Does corporate America see a future in the United States?
http://www.epi.org/blog/does-corporate-america-see-a-future-in-the-united-states/

Does corporate America see a future in the United States?

This article was originally posted on Good Jobs First's blog

When the term "Rustbelt" was coined in the 1980s and activists learned the early warning signs of a plant closing, one of those indicators was tax dodging. If a company knew it was planning to close a factory, it would often challenge its property tax assessment or seek other tax breaks. And why not? If it didn't expect to be hiring locally in the future, why should an employer care about the quality of the schools?

The national trend today looks like the Rustbelt 1980s on steroids. President Trump's budget proposal follows the playbook that corporate lobbyists have long pushed in state legislatures: tax cuts for companies and the rich, coupled with dramatic cuts to services that benefit everyone. The resulting permanent damage to those public services begs the question: is Corporate America intentionally disinvesting, abandoning our nation?

In recent years, states and localities across the country have made drastic cuts to essential public services. Texas eliminated over 10,000 teaching jobs, and ended full-day preschool for 100,000 low-income kids. The city of Muncie, Indiana eliminated so many firefighter positions that the area of the city that fire trucks can reach within eight minutes was cut in half. In Milwaukee, budget cuts left the public transit reaching 1,300 fewer employers in 2015 than in 2001.

Local health departments were forced to cut back everything from neonatal care to cancer screening to vision and hearing tests for school children to inspecting food safety in local restaurants. Officials reported that if the nation faces an outbreak similar to the H1N1 flu epidemic, many localities will be unable to vaccinate their residents. Budget cuts were particularly devastating in the country's school systems. In 2010, the national student-teacher ratio increased for the first time since the Great Depression; and seven years after the onset of the Great Recession, most states had still not restored per-pupil spending to pre-recession levels.

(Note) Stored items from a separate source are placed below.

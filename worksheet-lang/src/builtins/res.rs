//! Resistors: preferred values (`res.pick`), LED series resistors (`res.led`), feedback
//! dividers (`res.divider`) and power derating (`res.derate`).
//!
//! A built-in that picks a part chooses it once, from the nominal arguments, by its stated
//! rule (`CallCtx::choose`); the part's tolerance then enters the analysis as an input of
//! its own (`CallCtx::part_input`).

use super::args::{above, opt, req, show, Args};
use super::quantity::{
    self as q, difference, from_dual, out, record, si, Current, Power, Ratio, Resistance,
    Temperature, Voltage,
};
use super::series::{Rounding, Series, ALL as SERIES};
use super::{Builtin, CallCtx, CallError, Doc, FieldDoc, Param, PartLabel, WarnRule, WarnWhen};
use crate::num::Dual;
use crate::units::{format_number, Dim};
use crate::value::{Num, Value};

fn series_named(name: &str) -> &'static Series {
    // The names are those of the tables in `series`; a missing one is a programming error
    // caught by the library tests, so fall back to the first table rather than panic.
    SERIES.iter().find(|s| s.name == name).unwrap_or(&SERIES[0])
}

/// Common power ratings of resistors, W (common practice, no source).
pub const RATINGS: &[f64] = &[
    0.05,
    0.0625,
    0.1,
    0.125,
    0.25,
    1.0 / 3.0,
    0.5,
    1.0,
    2.0,
    3.0,
    5.0,
];

/// A resistor is chosen for at least twice its worst-case dissipation (common practice,
/// no source).
pub const RATING_FACTOR: f64 = 2.0;

/// The usual linear derating curve of film resistors: full rating up to 70 °C, none at
/// 155 °C (common practice, no source; the part's datasheet rules).
const KNEE_K: f64 = 273.15 + 70.0;
const ZERO_K: f64 = 273.15 + 155.0;

/// The derated share of the rating at `t` on the curve through `knee` and `zero`.
fn derate_share(t: Temperature, knee: Temperature, zero: Temperature) -> Ratio {
    let share: Ratio = difference(zero, t) / difference(zero, knee);
    q::max(q::min(share, si(1.0)), si(0.0))
}

/// The same on the default curve, for a known temperature (kelvin).
fn default_share(t: f64) -> f64 {
    ((ZERO_K - t) / (ZERO_K - KNEE_K)).clamp(0.0, 1.0)
}

fn percent(x: f64) -> String {
    format!("{} %", format_number(x * 100.0, 3))
}

/// Checks a tolerance given as a fraction.
fn check_tolerance(a: &Args<'_>, i: usize, tol: f64) -> Result<(), CallError> {
    if (0.0..1.0).contains(&tol) {
        Ok(())
    } else {
        Err(CallError::new(format!(
            "`{}` must be from 0 % to below 100 %, not {}",
            a.name(i),
            percent(tol)
        ))
        .at(i)
        .hint("for example `tolerance: 1 %`"))
    }
}

const PICK_PARAMS: &[Param] = &[
    req("value"),
    opt("series", "E24"),
    opt("mode", "\"nearest\""),
];

pub static PICK: Builtin = Builtin {
    path: "res.pick",
    params: PICK_PARAMS,
    doc: Doc {
        summary: "The preferred value of an IEC 60063 series for a computed value, rounded to \
                  the nearest one or up or down. The picked part's tolerance (the series' usual \
                  one: E24 5 %, E96 1 %) becomes an input of the worst case.",
        signature: "res.pick(value, series: E24, mode: \"nearest\" | \"up\" | \"down\")",
        formula:
            "nearest: the preferred value v with the smallest |ln(v / value)| (a tie goes up)\n\
                  up: the smallest preferred value ≥ value\n\
                  down: the largest preferred value ≤ value\n\
                  preferred values: the series' table × 10^k for every decade k",
        arguments: &[
            FieldDoc {
                name: "value",
                unit: "Ω (or F)",
                meaning: "the value wanted; the pick is made from its nominal value",
            },
            FieldDoc {
                name: "series",
                unit: "",
                meaning: "E3, E6, E12, E24, E48, E96 or E192",
            },
            FieldDoc {
                name: "mode",
                unit: "",
                meaning: "\"nearest\", \"up\" or \"down\"",
            },
        ],
        fields: &[FieldDoc {
            name: "(result)",
            unit: "as `value`",
            meaning: "the preferred value, with the series' usual tolerance",
        }],
        source: "IEC 60063 preferred-number series, as its tables print them (E3–E24 and E192's \
                 9.20 differ from the rounding formula). Tolerances: IEC 60063's association of \
                 series and tolerance (E6 20 %, E12 10 %, E24 5 %, E48 2 %, E96 1 %, E192 0.5 %); \
                 E3, \"above 20 %\" there, is taken as ±40 %.",
        caveats:
            "The tolerance is the series' usual one; a part bought tighter or looser than that \
                  needs its own `± …` written after the result. Temperature coefficient and \
                  ageing are not included.",
    },
    call: pick,
};

fn pick(ctx: &mut CallCtx<'_>, vals: &[Option<Value>]) -> Result<Value, CallError> {
    let a = Args::new(PICK_PARAMS, vals);
    let n = match a.value(0) {
        Some(Value::Num(n)) if !n.abs => *n,
        Some(Value::Num(_)) => {
            return Err(CallError::new(
                "`value` must be a component value, not an absolute temperature",
            )
            .at(0))
        }
        Some(other) => {
            return Err(CallError::new(format!(
                "`value` must be a number, but this is {}",
                other.type_name()
            ))
            .at(0))
        }
        None => return Err(CallError::new("`value` is required").at(0)),
    };
    let series = a.series_or(1, series_named("E24"))?;
    let mode = a.word_or(2, "nearest", &["nearest", "up", "down"])?;
    let rounding = Rounding::from_name(mode).unwrap_or(Rounding::Nearest);
    let x = n.x.value();
    if ctx.is_nominal() && !(x > 0.0 && x.is_finite()) {
        return Err(
            CallError::new(format!("`value` must be positive, not {}", show(x, n.dim))).at(0),
        );
    }
    let v = ctx.choose("value", || {
        series.pick(x, rounding).ok_or_else(|| {
            CallError::new(format!("no preferred value for {}", show(x, n.dim))).at(0)
        })
    })?;
    let tol = series.tolerance;
    let label = PartLabel {
        name: series.name,
        between: " ",
        value: v,
        dim: n.dim,
        tolerance: tol,
    };
    let part = ctx.part_input("value", label, v, v * (1.0 - tol), v * (1.0 + tol), n.dim);
    Ok(Value::Num(Num::new(part, n.dim)))
}

const LED_PARAMS: &[Param] = &[
    req("supply"),
    req("vf"),
    req("current"),
    opt("count", "1"),
    opt("series", "E24"),
    opt("tolerance", "5 %"),
    opt("rule", "\"nominal\""),
    opt("ambient", "25 °C"),
];

pub static LED: Builtin = Builtin {
    path: "res.led",
    params: LED_PARAMS,
    doc: Doc {
        summary: "The series resistor for a string of `count` LEDs: the preferred value, the \
                  current and power it gives with every tolerance, and the power rating to buy.",
        signature: "res.led(supply, vf, current, count: 1, series: E24, tolerance: 5 %, \
                    rule: \"nominal\", ambient: 25 °C)",
        formula: "V_R = supply − count · vf\n\
                  rule \"nominal\": r = the smallest preferred value ≥ V_R / current (nominal values)\n\
                  rule \"worst\":   r = the smallest preferred value ≥ max(V_R) / (current · (1 − tolerance))\n\
                  I = V_R / r,   P = V_R² / r\n\
                  rating = the smallest common rating ≥ 2 · max(P) / derating(ambient)",
        arguments: &[
            FieldDoc { name: "supply", unit: "V", meaning: "supply voltage across the string and resistor" },
            FieldDoc { name: "vf", unit: "V", meaning: "forward voltage of one LED at the target current" },
            FieldDoc { name: "current", unit: "A", meaning: "target LED current, not to be exceeded" },
            FieldDoc { name: "count", unit: "", meaning: "LEDs in series" },
            FieldDoc { name: "series", unit: "", meaning: "preferred-number series for r" },
            FieldDoc { name: "tolerance", unit: "%", meaning: "tolerance of the resistor" },
            FieldDoc {
                name: "rule",
                unit: "",
                meaning: "\"nominal\": the nominal current stays at or under `current`; \"worst\": the worst-case current does",
            },
            FieldDoc { name: "ambient", unit: "°C", meaning: "air temperature around the resistor, for derating" },
        ],
        fields: &[
            FieldDoc { name: "r", unit: "Ω", meaning: "the chosen preferred value, with its tolerance" },
            FieldDoc { name: "current", unit: "A", meaning: "LED current with all tolerances" },
            FieldDoc { name: "power", unit: "W", meaning: "power in the resistor with all tolerances" },
            FieldDoc {
                name: "rating",
                unit: "W",
                meaning: "smallest common rating (1/20 … 5 W) at least twice the worst-case power after derating",
            },
        ],
        source: "Ohm's law on the voltage left across the resistor (supply minus the LEDs' forward \
                 voltage: common practice, no source). Ratings 1/20, 1/16, 1/10, 1/8, 1/4, 1/3, 1/2, \
                 1, 2, 3, 5 W, the rule of twice the dissipation and the linear derating from 70 °C \
                 to zero at 155 °C: common practice, no source.",
        caveats: "vf varies from part to part and falls as the LED warms (about −2 mV/K): give it a \
                  range from the datasheet. When little voltage is left across the resistor the \
                  current depends strongly on vf; use a current source instead. Check the \
                  resistor's own derating curve in its datasheet. A resistor near its rating runs \
                  hot: above about 60 °C it burns on touch.",
    },
    call: led,
};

Most striking about these cuts: the legislators who enacted them and the business lobbies that championed them treated them not as temporary tragedies to be repaired when revenues bounced back, but as long-desired permanent cuts to public services. Indeed, many legislatures locked in poorer tax bases by enacting new tax giveaways to corporations and the rich while slashing funding for schools, libraries, and health care. In the same year that Ohio ended full-day kindergarten, legislators phased out the state's inheritance tax—which had only ever affected the wealthiest seven percent of families.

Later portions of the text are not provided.